Over the past three decades, researchers have become increasingly interested in the physics of light-matter interaction in metal films, corrugated in a periodic manner. Periodic arrays of nanovoids, such as nanohole arrays (NHA), can couple light to surface plasmon polaritons (SPPs) (Barnes et al. 2003) and exhibit extraordinary optical transmission (EOT) (Ebbesen at al. 1998; García de Abajo 2007), at the same time leading to electromagnetic confinement at the nanoscale.

SPPs as particular resonant electromagnetic excitations exist at the interface between metal and dielectric, and they can be tightly spatially confined, leading to a near-field region of enhanced electromagnetic properties. The periodicity of the array, the materials surrounding the patterned metal, and the materials used to create it all have a significant impact on the resonant optical response of the plasmonic system. This enabled many demonstrations and application proposals in subwavelength optics (Barnes et al. 2003; Ni et al. 2013), surface enhanced Raman spectroscopy (Luo et al. 2019), and emission rate modification (Michieli et al. 2018), chemical and biosensing (Escobedo 2013; Couture et al. 2016; Vala et al. 2019).

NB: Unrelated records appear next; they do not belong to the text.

import type { SymbolArray, SymbolChunk } from '../symbols/sequence.ts';
import { type ContextHead, ContextTree, NODE_SECOND, NODE_WORDS } from './context-tree.ts';

/**
 * Exact counts of every symbol in every context of order 0 … k: the tree of all strings of up to k + 1 symbols, the last
 * of which was coded. The second word of a string's node is how often it occurred, up to 2^32 − 1.
 *
 * Contexts begin with the start value where {@link start} was called, and run on otherwise.
 */
export class PairTree {
  readonly order: number;
  readonly tree: ContextTree;
  readonly #running: ContextHead;

  /** @param positions  N: contexts know the position modulo N, from {@link start} on; 1: they do not */
  constructor(alphabetSize: number, order: number, positions = 1) {
    this.order = order;
    this.tree = new ContextTree(alphabetSize, order + 1, positions);
    this.#running = this.tree.startHead();
  }

  get alphabetSize(): number {
    return this.tree.alphabetSize;
  }

  /** A message starts: contexts of start values. */
  start(): void {
    this.tree.start();
  }

  count(symbols: SymbolArray, from: number, to: number): void {
    const tree = this.tree;
    const contexts = tree.contexts;
    for (let i = from; i < to; i++) {
      tree.advance(symbols[i]);
      const words = tree.words;
      for (let j = 1; j < contexts.length; j++) words[contexts[j] * NODE_WORDS + NODE_SECOND]++;
    }
  }

  /**
   * Counts one of the first symbols of a unit in the contexts that reach over the unit's start, beside its running ones.
   * @param head    where the contexts from the unit's start stand; moved on
   * @param place   of the symbol in its unit, from 0
   */
  countFromStart(head: ContextHead, symbol: number, place: number): void {
    const tree = this.tree;
    const running = tree.saveContexts(this.#running);
    tree.restoreContexts(head);
    tree.advance(symbol);
    const { contexts, words } = tree;
    for (let j = place + 2; j < contexts.length; j++)
      words[contexts[j] * NODE_WORDS + NODE_SECOND]++;
    tree.saveContexts(head);
    tree.restoreContexts(running);
  }

  /** Forgets everything; cost by what was counted since the last time. */
  clear(): void {
    this.tree.truncate(0);
    this.tree.start();
  }
}

/** Counts the symbols of chunks; with `startAtMessages`, each message begins with start contexts, else only the first. */
export class PairTrainer {
  readonly pairs: PairTree;
  readonly #startAtMessages: boolean;

  constructor(alphabetSize: number, order: number, startAtMessages: boolean, positions = 1) {
    this.pairs = new PairTree(alphabetSize, order, positions);
    this.#startAtMessages = startAtMessages;
  }

  push(chunk: SymbolChunk): void {
    let from = 0;
    for (const to of chunk.messageEnds) {
      this.pairs.count(chunk.symbols, from, to);
      if (this.#startAtMessages) this.pairs.start();
      from = to;
    }
    this.pairs.count(chunk.symbols, from, chunk.symbols.length);
  }
}

/**
 * Counts the symbols of chunks whose messages are units, several of which make a message: every symbol in its running
 * contexts, and each unit's first k symbols besides in those contexts of a message's start that reach over the unit's.
 */
export class UnitPairTrainer {
  readonly pairs: PairTree;
  readonly #start: ContextHead;
  readonly #head: ContextHead;
  /** Symbols of the unit so far. The first unit runs on from a start as it is, so it has no head. */
  #place = Number.POSITIVE_INFINITY;

  constructor(alphabetSize: number, order: number, positions = 1) {
    this.pairs = new PairTree(alphabetSize, order, positions);
    this.#start = this.pairs.tree.startHead();
    this.#head = this.pairs.tree.startHead();
  }

  push(chunk: SymbolChunk): void {
    let from = 0;
    for (const to of chunk.messageEnds) {
      this.#count(chunk.symbols, from, to);
      this.#head.contexts.set(this.#start.contexts);
      this.#head.last = this.#start.last;
      this.#place = 0;
      from = to;
    }
    this.#count(chunk.symbols, from, chunk.symbols.length);
  }

  #count(symbols: SymbolArray, from: number, to: number): void {
    let at = from;
    for (; at < to && this.#place < this.pairs.order; at++, this.#place++) {
      // The running contexts first: a node comes after those of its suffixes.
      this.pairs.count(symbols, at, at + 1);
      this.pairs.countFromStart(this.#head, symbols[at], this.#place);
    }
    this.pairs.count(symbols, at, to);
  }
}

Additional degree of freedom is enabled when the symmetry of the NHA-light interaction is broken, which opens the possibility to obtain optical chirality at the nanoscale (Valev et al. 2013; Hentschel et al. 2017; Schäferling et al. 2012). NHA can differently interact with circular polarizations of opposite handedness, leading to important consequences at both near- and far-field spatial scales. Anisotropy in the planar nanohole shape naturally gives rise to polarization-dependent EOT (Di Maio & Ballato 2006; Ai et al. 2017) as well as in the near-field chirality (Triolo et al. 2019), while 3D anisotropy leads to true, giant chiral signals (Kondratov et al. 2016; Ai et al. 2020). A simple approach to obtain an in-plane asymmetry which still leads to chiral properties is to tilt the elliptical nanohole from the symmetry lines of the array; such elliptical nanohole arrays (ENHA) were first numerically predicted to give differential absorption for left and right circularly polarized excitation (LCP and RCP, respectively), i.e. circular dichroism (CD) (Petronijevic et al. 2019). Petronijevic and co-authors then experimentally showed that an ENHA in metal can lead to a low extinction CD at normal incidence (Petronijevic et al. 2020a). And further numerically optimized it in the near-infrared range (Petronijevic et al. 2020b).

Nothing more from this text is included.